I disagree but, objectively, validation is a fundamental part of any web app or API.

They shipped Minimal APIs in .NET 6 without validation. The functionality was already there for MVC so it's not like they had to build it from scratch. And yet, they didn't add it until .NET 10.

I just find it very weird that there are two standards here.

Express is ostensibly the analog of minimal APIs and ships with no validation. You pick your validation library and build on top of it.

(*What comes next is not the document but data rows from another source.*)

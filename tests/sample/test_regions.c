/* SPDX-License-Identifier: GPL-3.0-or-later */
/* Domains, step edges, rough edges: what they claim to draw, by statistics. */
#include "fixtures.h"

static sv_sample drawn(const sv_flake *flake, const sv_disorder *d, sv_index k)
{
    sv_sample s = {0};
    CHECK_OK(sv_sample_draw(test_context(), flake, d, 1, 9, k, &s));
    return s;
}

/* Flipped share, sharp walls, and the mean number of walls met along a line: the boundary of a
 * Poisson–Voronoi tessellation of intensity λ has length 2√λ per area (J. L. Meijering, Philips
 * Res. Rep. 8, 270 (1953); value recalled from memory), so a line meets (2/π)·2√λ edges per length,
 * half of them between domains of different kind. */
SV_TEST(domains_are_a_voronoi_tessellation)
{
    enum { N = 60, RUNS = 60 };
    sv_model model = fixture_qi_wu_zhang(-1.0);
    sv_flake_spec spec = fixture_cells(&model, N, N, false);
    sv_flake flake = fixture_flake(&model, &spec);
    const double size = 12.0, step = 1.0;
    sv_disorder d = {.name = "dom",
                     .type = SV_DISORDER_DOMAINS,
                     .on = -1,
                     .term = sv_model_find_field(&model, "mass"),
                     .share = 0.5,
                     .length = size,
                     .jump = 2.0};
    double changed = 0.0, squares = 0.0, walls = 0.0, walls_square = 0.0;
    for (int k = 0; k < RUNS; k++) {
        sv_sample s = drawn(&flake, &d, k);
        double share = 0.0, met = 0.0;
        for (int i = 0; i < N; i++)
            for (int j = 0; j < N; j++) {
                double v = s.potential[2 * (N * i + j)];
                CHECK(v == 0.0 || v == 2.0);
                CHECK(s.potential[2 * (N * i + j) + 1] == -v);
                share += v / 2.0 / (N * N);
                if (i + 1 < N)
                    met += v != s.potential[2 * (N * (i + 1) + j)];
            }
        met /= (N - 1) * N * step;
        changed += share / RUNS;
        squares += share * share / RUNS;
        walls += met / RUNS;
        walls_square += met * met / RUNS;
        sv_sample_free(test_context(), &s);
    }
    CHECK_CLOSE(changed, 0.5, 5.0 * sqrt((squares - changed * changed) / (RUNS - 1)));
    /* A grid of step 1 misses pairs of walls nearer than that: a few per cent of 1/12. */
    double wanted = 0.5 * (2.0 / M_PI) * 2.0 / size;
    CHECK_CLOSE(walls, wanted,
                5.0 * sqrt((walls_square - walls * walls) / (RUNS - 1)) + 0.04 * wanted);
    sv_flake_free(test_context(), &flake);
    sv_model_free(test_context(), &model);
}

/* A wall of width w: values between, deep inside the whole change, and the same domains. */
SV_TEST(walls_are_hyperbolic_tangents)
{
    sv_model model = fixture_qi_wu_zhang(-1.0);
    sv_flake_spec spec = fixture_cells(&model, 50, 50, false);
    sv_flake flake = fixture_flake(&model, &spec);
    sv_disorder d = {.name = "dom",
                     .type = SV_DISORDER_DOMAINS,
                     .on = -1,
                     .term = 0,
                     .share = 0.5,
                     .length = 15.0,
                     .jump = 1.0};
    sv_sample sharp = drawn(&flake, &d, 1);
    d.wall = 1.5;
    sv_sample smooth = drawn(&flake, &d, 1);
    int between = 0, deep = 0;
    for (sv_index r = 0; r < sharp.n; r += 2) {
        double a = sharp.potential[r], b = smooth.potential[r];
        CHECK(a == 1.0 ? b >= 0.5 && b <= 1.0 : b >= 0.0 && b <= 0.5);
        between += b > 0.05 && b < 0.95;
        deep += fabs(a - b) < 1e-3;
    }
    CHECK(between > 100 && deep > 500);
    sv_sample_free(test_context(), &sharp);
    sv_sample_free(test_context(), &smooth);
    sv_flake_free(test_context(), &flake);
    sv_model_free(test_context(), &model);
}

SV_TEST(steps_jump_on_their_left)
{
    sv_model model = fixture_qi_wu_zhang(-1.0);
    sv_flake_spec spec = fixture_cells(&model, 20, 20, false);
    sv_flake flake = fixture_flake(&model, &spec);
    sv_disorder d = {.name = "step",
                     .type = SV_DISORDER_STEPS,
                     .on = -1,
                     .term = SV_FIELD_POTENTIAL,
                     .from = {0.0, 7.5},
                     .jump = 0.25};
    sv_sample one = drawn(&flake, &d, 0);
    d.spacing = 4.0;
    sv_sample many = drawn(&flake, &d, 0);
    d.amplitude = 1.2;
    d.length = 3.0;
    sv_sample wavy = drawn(&flake, &d, 0);
    int moved = 0;
    for (sv_index r = 0; r < one.n; r++) {
        double y = flake.sites[r].at[1];
        CHECK_CLOSE(one.potential[r], y > 7.5 ? 0.25 : 0.0, 0.0);
        CHECK_CLOSE(many.potential[r], 0.25 * (floor((y - 7.5) / 4.0) + 1.0), 0.0);
        moved += wavy.potential[r] != many.potential[r];
    }
    CHECK(moved > 50 && moved < 500);
    sv_sample_free(test_context(), &one);
    sv_sample_free(test_context(), &many);
    sv_sample_free(test_context(), &wavy);
    sv_flake_free(test_context(), &flake);
    sv_model_free(test_context(), &model);
}

/* Depths along a straight edge: uniform on [0, A] up to whole rows, so mean A/2 and variance A²/12
 * + (rows − depth)² ≈ 1/12, with correlation (6/π) asin(C/2) at a distance. */
SV_TEST(rough_edges_have_their_depths)
{
    enum { N = 240, RUNS = 150, LAG = 4 };
    sv_model model = fixture_qi_wu_zhang(-1.0);
    sv_flake_spec spec = fixture_cells(&model, N, 24, false);
    sv_flake flake = fixture_flake(&model, &spec);
    const double amplitude = 8.0, length = 5.0;
    sv_disorder d = {.name = "rim",
                     .type = SV_DISORDER_ROUGHNESS,
                     .on = -1,
                     .amplitude = amplitude,
                     .length = length};
    double sum = 0, squares = 0, product = 0, run_means = 0, run_squares = 0, products_square = 0;
    const int from = 20, to = N - 20, n = to - from - LAG;
    for (int k = 0; k < RUNS; k++) {
        sv_sample s = drawn(&flake, &d, k);
        double depth[N], mean = 0.0, both = 0.0;
        for (int i = 0; i < N; i++)
            depth[i] = 24.0;
        for (sv_index r = 0; r < s.n; r++) {
            const sv_cell *cell = &flake.cells[flake.sites[s.pristine[r]].cell];
            depth[cell->i] = fmin(depth[cell->i], cell->j);
        }
        for (int i = from; i < from + n; i++) {
            mean += depth[i] / n;
            squares += depth[i] * depth[i] / n / RUNS;
            both += (depth[i] - 4.0) * (depth[i + LAG] - 4.0) / n;
        }
        sum += mean / RUNS;
        run_squares += mean * mean / RUNS;
        product += both / RUNS;
        products_square += both * both / RUNS;
        sv_sample_free(test_context(), &s);
    }
    run_means = sqrt((run_squares - sum * sum) / (RUNS - 1));
    double c = exp(-LAG * LAG / (2.0 * length * length));
    double wanted = amplitude * amplitude / 12.0 * 6.0 / M_PI * asin(c / 2.0);
    CHECK_CLOSE(sum, amplitude / 2.0, 5.0 * run_means);
    CHECK_CLOSE(squares - sum * sum, amplitude * amplitude / 12.0 + 1.0 / 12.0, 0.35);
    CHECK_CLOSE(product, wanted,
                5.0 * sqrt((products_square - product * product) / (RUNS - 1)) + 0.05);
    sv_flake_free(test_context(), &flake);
    sv_model_free(test_context(), &model);
}

/* Site percolation: the largest piece of the nearest-neighbour network holds most sites above the
 * threshold and almost none below. Thresholds p_c: square 0.592746 (Jacobsen 2015), honeycomb
 * 0.697040 (Jacobsen 2014), triangular 1/2, kagome 1 − 2 sin(π/18) (both exact: Sykes, Essam 1964);
 * the digits of the first two are recalled from memory. */
static double largest_share(sv_model *model, double vacant)
{
    sv_flake_spec spec = {
        .shape = SV_SHAPE_PARALLELOGRAM,
        .has_cells = true,
        .cells = {260 / (model->n_orbitals > 1 ? 2 : 1), 260 / (model->n_orbitals > 1 ? 2 : 1)}};
    sv_flake flake = fixture_flake(model, &spec);
    sv_disorder d = {
        .name = "vac", .type = SV_DISORDER_VACANCIES, .on = -1, .has_share = true, .share = vacant};
    sv_sample s = drawn(&flake, &d, 0);
    double share = (double)fixture_largest_piece(&s) / (double)s.n;
    sv_sample_free(test_context(), &s);
    sv_flake_free(test_context(), &flake);
    return share;
}

static void check_threshold(sv_model *model, double threshold)
{
    CHECK(largest_share(model, 1.0 - threshold - 0.05) > 0.75);
    CHECK(largest_share(model, 1.0 - threshold + 0.05) < 0.2);
    sv_model_free(test_context(), model);
}

SV_TEST(networks_fall_apart_at_the_published_thresholds)
{
    sv_context *c = test_context();
    const double right[2] = {1, 0}, oblique[2] = {0.5, sqrt(0.75)};
    sv_model square = fixture_hofstadter(0, 1), honeycomb = fixture_haldane(0.0, 0.0, 0.0);
    sv_model triangular = {0}, kagome = {0};
    CHECK_OK(sv_model_begin(c, "triangular", right, oblique, &triangular));
    CHECK_OK(sv_model_add_orbital(c, &triangular, "a", 0, 0, 0));
    CHECK_OK(sv_model_add_hop(c, &triangular, 0, 0, 1, 0, -1.0));
    CHECK_OK(sv_model_add_hop(c, &triangular, 0, 0, 0, 1, -1.0));
    CHECK_OK(sv_model_add_hop(c, &triangular, 0, 0, 1, -1, -1.0));
    CHECK_OK(sv_model_finish(c, &triangular));
    CHECK_OK(sv_model_begin(c, "kagome", right, oblique, &kagome));
    CHECK_OK(sv_model_add_orbital(c, &kagome, "a", 0, 0, 0));
    CHECK_OK(sv_model_add_orbital(c, &kagome, "b", 0.5, 0, 0));
    CHECK_OK(sv_model_add_orbital(c, &kagome, "c", 0.25, sqrt(0.1875), 0));
    CHECK_OK(sv_model_add_hop(c, &kagome, 0, 1, 0, 0, -1.0));
    CHECK_OK(sv_model_add_hop(c, &kagome, 0, 2, 0, 0, -1.0));
    CHECK_OK(sv_model_add_hop(c, &kagome, 1, 2, 0, 0, -1.0));
    CHECK_OK(sv_model_add_hop(c, &kagome, 1, 0, 1, 0, -1.0));
    CHECK_OK(sv_model_add_hop(c, &kagome, 2, 0, 0, 1, -1.0));
    CHECK_OK(sv_model_add_hop(c, &kagome, 2, 1, -1, 1, -1.0));
    CHECK_OK(sv_model_finish(c, &kagome));
    check_threshold(&square, 0.59274605079210);
    check_threshold(&honeycomb, 0.697040230);
    check_threshold(&triangular, 0.5);
    check_threshold(&kagome, 1.0 - 2.0 * sin(M_PI / 18.0));
}
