static bool point_in_shape(const outline *o, const double d[2])
{
    const sv_flake_spec *spec = o->spec;
    double r = spec->radius, half = sqrt(3.0) / 2.0;
    switch (spec->shape) {
    case SV_SHAPE_RECTANGLE:
        return spec->has_cells || (d[0] > -EDGE && d[0] < spec->size[0] - EDGE && d[1] > -EDGE &&
                                   d[1] < spec->size[1] - EDGE);
    case SV_SHAPE_PARALLELOGRAM:
        return true;
    case SV_SHAPE_HEXAGON:
        return fabs(d[1]) <= half * r + EDGE &&
               half * fabs(d[0]) + 0.5 * fabs(d[1]) <= half * r + EDGE;
    case SV_SHAPE_DISC:
        return hypot(d[0], d[1]) <= r + EDGE;
    }
    return false;
}

/* Cell range that covers the Cartesian box [−x0, x1]×[−y0, y1] about the origin. */
static void cover_box(outline *o, double x0, double x1, double y0, double y1)
{
    o->low[0] = o->low[1] = INT32_MAX;
    o->high[0] = o->high[1] = INT32_MIN;
    for (int corner = 0; corner < 4; corner++) {
        double uv[2];
        sv_model_reduce(o->model, (const double[2]){corner & 1 ? x1 : x0, corner & 2 ? y1 : y0},
                        uv);
        for (int k = 0; k < 2; k++) {
            int64_t low = (int64_t)floor(uv[k]) - 1, high = (int64_t)ceil(uv[k]) + 1;
            o->low[k] = low < o->low[k] ? low : o->low[k];
            o->high[k] = high > o->high[k] ? high : o->high[k];
        }
    }
}

static bool orthogonal(const sv_model *model)
{
    const double *a1 = model->vectors[0], *a2 = model->vectors[1];
    return fabs(a1[0] * a2[0] + a1[1] * a2[1]) <= 1e-9 * hypot(a1[0], a1[1]) * hypot(a2[0], a2[1]);
}

static sv_status outline_cells(sv_context *context, outline *o)
{
    const sv_flake_spec *spec = o->spec;
    if (spec->cells[0] < 1 || spec->cells[1] < 1)
        return SV_FAIL(context, SV_INVALID_INPUT, "a flake of %lld×%lld cells is empty",
                       (long long)spec->cells[0], (long long)spec->cells[1]);
    o->low[0] = o->low[1] = 0;
    o->high[0] = spec->cells[0] - 1;
    o->high[1] = spec->cells[1] - 1;
    return SV_OK;
}
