/* Zigzag triangle: n² + 4n + 1 sites, n hexagon faces a side give 3n(n + 3)/2 bonds (Euler: V − E +
 * F = 1 with F = n(n + 1)/2). Armchair flakes are whole rings: 3n(n + 1) and 18n² − 18n + 6 sites:
 * C6, C18, C36 and C6, C42, C114, C222 (benzenoid series, common practice). */
SV_TEST(honeycomb_counts)
{
    sv_model model = fixture_haldane(0.1, 1.0, 0.0);
    for (int n = 1; n <= 6; n++) {
        sv_flake_spec spec = {.shape = SV_SHAPE_TRIANGLE, .has_cells = true, .cells = {n}};
        sv_flake flake = fixture_flake(&model, &spec);
        CHECK_INT(flake.n_sites, n * n + 4 * n + 1);
        CHECK_INT(bonds(&flake, 1.0 / sqrt(3.0)), 3 * n * (n + 3) / 2);
        sv_flake_free(test_context(), &flake);
        spec.edge = SV_EDGE_ARMCHAIR;
        flake = fixture_flake(&model, &spec);
        check_cells(&flake);
        CHECK_INT(flake.n_sites, 3 * n * (n + 1));
        /* 6 bonds a ring, 2 between rings that touch: 3n(n − 1)/2 pairs, one bond each. */
        CHECK_INT(bonds(&flake, 1.0 / sqrt(3.0)), 3 * n * (n + 1) + 3 * n * (n - 1) / 2);
        sv_flake_free(test_context(), &flake);
        spec.shape = SV_SHAPE_HEXAGON;
        flake = fixture_flake(&model, &spec);
        check_cells(&flake);
        CHECK_INT(flake.n_sites, 18 * n * n - 18 * n + 6);
        CHECK_INT(bonds(&flake, 1.0 / sqrt(3.0)), 18 * n * n - 18 * n + 6 + 9 * n * n - 15 * n + 6);
        sv_flake_free(test_context(), &flake);
    }
    sv_model_free(test_context(), &model);
}

/* Without second-neighbour hops a zigzag triangle has exactly n − 1 zero modes, one sublattice's
 * surplus (Lieb, Phys. Rev. Lett. 62, 1201 (1989); number recalled from memory). */
SV_TEST(zigzag_triangles_have_zero_modes)
{
    sv_model model = fixture_haldane(0.0, 0.0, 0.0);
    for (int n = 2; n <= 7; n++) {
        sv_flake_spec spec = {.shape = SV_SHAPE_TRIANGLE, .has_cells = true, .cells = {n}};
        sv_flake flake = fixture_flake(&model, &spec);
        sv_sample sample = {0};
        CHECK_OK(sv_sample_draw(test_context(), &flake, NULL, 0, 1, 0, &sample));
        double *levels = fixture_spectrum(&sample);
        int zero = 0, near = 0, surplus = 0;
        for (sv_index k = 0; k < sample.n; k++) {
            zero += fabs(levels[k]) < 1e-10;
            near += fabs(levels[k]) < 1e-3;
            surplus += flake.sites[k].orbital == 0 ? 1 : -1;
        }
        CHECK_INT(zero, n - 1);
        CHECK_INT(near, n - 1);
        CHECK_INT(abs(surplus), n - 1);
        sv_give(test_context(), levels);
        sv_sample_free(test_context(), &sample);
        sv_flake_free(test_context(), &flake);
    }
    sv_model_free(test_context(), &model);
}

A less complete, less opinionated, bare-bones stack on which you build with explicit stack choices.

Nest.js is ostensibly the analog of controller APIs and ships with validation. A more complete, more opinionated approach where you lean in to stack defaults.

This makes total sense in the Node.js world; I don't see why controller and minimal have to have feature parity when they have different use cases and, like Express, it's possible to pull down third party validation libraries. Controller API is more opinionated like Nest.js while minimal is intentionally less opinionated like Express.